The efficient market hypothesis is an exciting area of study that has attracted the attention of many researchers. The primary objective of this chapter is to review previous studies on EMH and stock exchange market. The arguments presented in this sections give an overview of the past discoveries as well as the area of interest that the methodology part should focus on to solve the research problem. The chapter begins by reviewing studies that evaluate the nature of the stock market in both UK and UK to act as a background analysis of other aspects such as the types of EMH, signalling theory, capital market analysis and financial analysis. The studies are compared and contrasted to come up with a strong argument that is used in the discussion and conclusion sections.

2.1 Nature of Stock Exchange Market in UK and US

According to Šonje, Alajbeg and Bubaš (2011, p. 14), the Indonesian stock exchange has a direct relationship with Hong Kong stock exchange, meaning that what Brexit causes to London Stock Exchange impacts the Global capital market. The London stock exchange market is an area of concern since the capital market is affected by the action taken by the United Kingdom on the trading block they are operating. Suganda and Soetrisno (2016, p. 112) evaluate the impact of contagion integration and stock markets in ASEAN Countries following subprime mortgage and the Greek crisis. The results of the study were that PSEI and SET had contagion impact to IHSG.

Another disposition of such an event was shown during the campaigning period and election time of the current President of the United States of America, Donald Trump. Some of the stated sentiments rose by the current president of the USA show that trading with the USA was made difficult. However, this makes it hard for some companies to operate, which influence the New York Stock Exchange. The stocks prices in the stock exchange shifted from one level to the other indicating a significant correlation between the sentiments and the value of stocks.

The United States President put across that some trade blocks were not part of the USA trading constituents. According to Politi (2010, p. 13), the impacted prices of the stock fluctuated significantly but later normalized. On the other hand, the impact showed that the stock exchange market reacted to the sentiments, giving a point of application of the financial model. The point to note is that Donald Trump’s election was primarily held within the futures of stock market (Barbato 2005, p. 36). With the indication that Donald Trump was to be elected on the 9th of November 2016, the futures steeply fall.

2.2 Investment and Capital Market

Tandelilin (2010) argues that investing is a course of action of committing funds or other resources that are carried out today for a future benefit. Investors undertake investment activities for again more than the invested resources. However, it is essential to evaluate the predicted earnings concerning other underlying factors such as inflation risk and tax savings.
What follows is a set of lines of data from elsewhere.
function readSpecies(f: Fields, raw: unknown, field: string, warnings: string[]): InlineSpecies {
  if (typeof raw === 'string') {
    const name = f.string(raw, field, 'a library species formula or name, or an object with formula, phase and dfG', 100);
    return { formula: name, phase: 'aq', field, fromLibrary: name };
  }
  const o = f.object(raw, field, SPECIES_KEYS);
  const formula = f.string(o.formula, `${field}.formula`, 'a formula such as "Fe^2+" or "Fe2O3"', 100);
  try {
    parseFormula(formula);
  } catch (e) {
    if (e instanceof FormulaError) f.fail(`${field}.formula`, `a valid formula (${e.message})`);
    throw e;
  }
  for (const w of formulaWarnings(formula)) warnings.push(`${f.file}: ${field}.formula: ${w}`);
  const label = `${field} (${formula})`;
  if (o.dfG === undefined) {
    if (o.phase !== undefined || o.dfH !== undefined || o.S !== undefined || o.Cp !== undefined || o.hkf !== undefined || o.cpPolynomial !== undefined) {
      f.fail(`${label}.dfG`, 'ΔfG° in kJ/mol (required for an inline species)');
    }
    // Only a formula (and activity/pressure): take the data from the library.
    const activity = o.activity === undefined ? undefined : f.number(o.activity, `${label}.activity`, { positive: true, max: 100 });
    const pressure = o.pressure === undefined ? undefined : f.number(o.pressure, `${label}.pressure`, { positive: true, max: 1000 });
    const concentration = o.concentration === undefined ? undefined : concentrationOf(f, o.concentration, `${label}.concentration`);
    if (activity !== undefined && concentration) f.fail(`${label}.concentration`, 'either activity or concentration, not both');
    return { formula, phase: 'aq', field, fromLibrary: formula, activity, pressure, concentration };
  }
  const phase = f.oneOf(o.phase, `${label}.phase`, ['s', 'l', 'g', 'aq'] as const);
  const num = (k: string, opts = {}) => (o[k] === undefined ? undefined : f.number(o[k], `${label}.${k}`, { min: -1e5, max: 1e5, ...opts }));
  const sp: InlineSpecies = {
    formula,
    phase,
    dfG: num('dfG'),
    dfH: num('dfH'),
    S: num('S'),
    Cp: num('Cp'),
    activity: o.activity === undefined ? undefined : f.number(o.activity, `${label}.activity`, { positive: true, max: 100 }),
    concentration: o.concentration === undefined ? undefined : concentrationOf(f, o.concentration, `${label}.concentration`),
    pressure: o.pressure === undefined ? undefined : f.number(o.pressure, `${label}.pressure`, { positive: true, max: 1000 }),
    name: o.name === undefined ? undefined : f.string(o.name, `${label}.name`, 'a name', 200),
    source: o.source === undefined ? undefined : f.string(o.source, `${label}.source`, 'a source citation', 1000),
    field,
  };
  if (sp.activity !== undefined && sp.concentration) f.fail(`${label}.concentration`, 'either activity or concentration, not both');
  if (o.hkf !== undefined) {
    if (phase !== 'aq') f.fail(`${label}.hkf`, 'HKF parameters only on dissolved (aq) species');
    const h = f.object(o.hkf, `${label}.hkf`, HKF_KEYS);
    const get = (k: string): number => f.number(h[k], `${label}.hkf.${k}`, { min: -1e6, max: 1e6 });
    sp.hkf = { a1: get('a1'), a2: get('a2'), a3: get('a3'), a4: get('a4'), c1: get('c1'), c2: get('c2'), omega: get('omega') };
  }
  if (o.cpPolynomial !== undefined) {
    if (phase === 'aq') f.fail(`${label}.cpPolynomial`, 'a heat-capacity polynomial only on solids, liquids and gases (use hkf for aq)');
    const c = f.object(o.cpPolynomial, `${label}.cpPolynomial`, ['a', 'b', 'c']);
    const get = (k: string): number => f.number(c[k], `${label}.cpPolynomial.${k}`, { min: -1e9, max: 1e9 });
    sp.cpPolynomial = { a: get('a'), b: get('b'), c: get('c') };
  }
  if ((sp.hkf || sp.cpPolynomial) && sp.S === undefined && sp.dfH === undefined) {
    f.fail(`${label}.S`, 'S° in J/(mol·K) (or dfH) with hkf or cpPolynomial');
  }
  if (sp.concentration && phase !== 'aq') f.fail(`${label}.concentration`, 'a concentration only on dissolved (aq) species');
  if (sp.activity !== undefined && phase !== 'aq') f.fail(`${label}.activity`, 'activity only on dissolved (aq) species; use pressure for gases');
  if (sp.pressure !== undefined && phase !== 'g') f.fail(`${label}.pressure`, 'pressure only on gases (phase "g")');
  return sp;
}

/** A species concentration: a number is mol/kg; a string carries its unit. */
function concentrationOf(f: Fields, v: unknown, field: string): Amount {
  if (typeof v === 'number') return { kind: 'molality', value: f.number(v, field, { positive: true, max: 100 }) };
  const a = readAmount(f, v, field);
  if (a.kind === 'activity') f.fail(field, 'a concentration such as "1e-4 mol/kg" or "5 mg/L"', v);
  return a;
}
Subsequently, Naresh (2011, p. 1`8) argues that when the underlying elements have a higher value than the benefits, the investors shy from such an investment as they welcome the commitment. Investment increases the future consumption and reducing current consumption. The involvement of resources can be done through the capital market.

According to the study conducted by (Edwards, Haugerud and Parikh 2017, p. 196) supports that capital market is defined as a financial situation where the long-term financial instruments are traded. According to the Law of Capital Market of 1995 No. 8 states, the capital market is an organization where the public offering and security trading for public companies is done. However, it offers a functional meeting point between the people with excess funds and those who need the resources. Again, the market operates in a situation where the entities need fund funds float issues securities to the public with the aim of getting funds. Investors, according to Fernandez-Bariviera (2011, p. 6), are parties who have excess reserves and purchase securities issued in the capital market. In receipt of the funds, the entities are entitled to due diligence in executing any operation using the monies shared by the investors for a profit.

2.3 Signaling Theory

Signaling theory plays a critical role in enhancing the function of EMH in both US and UK. The companies' management uses the theory uses to guide investors about how they to manage the companies' prospectus look in future (Brgham and Houston 2010, p. 23). Information asymmetry arising from signalling theory is a concept of agency. The owners of the capital who are the principals authorizes the founded company manage funds as agents. Though that is the case in execution, agency conflict arises between the principal and the agent. The company has more information than the investors, resulting in an information asymmetry. Therefore, agents providing information to the public signal the financial market participants.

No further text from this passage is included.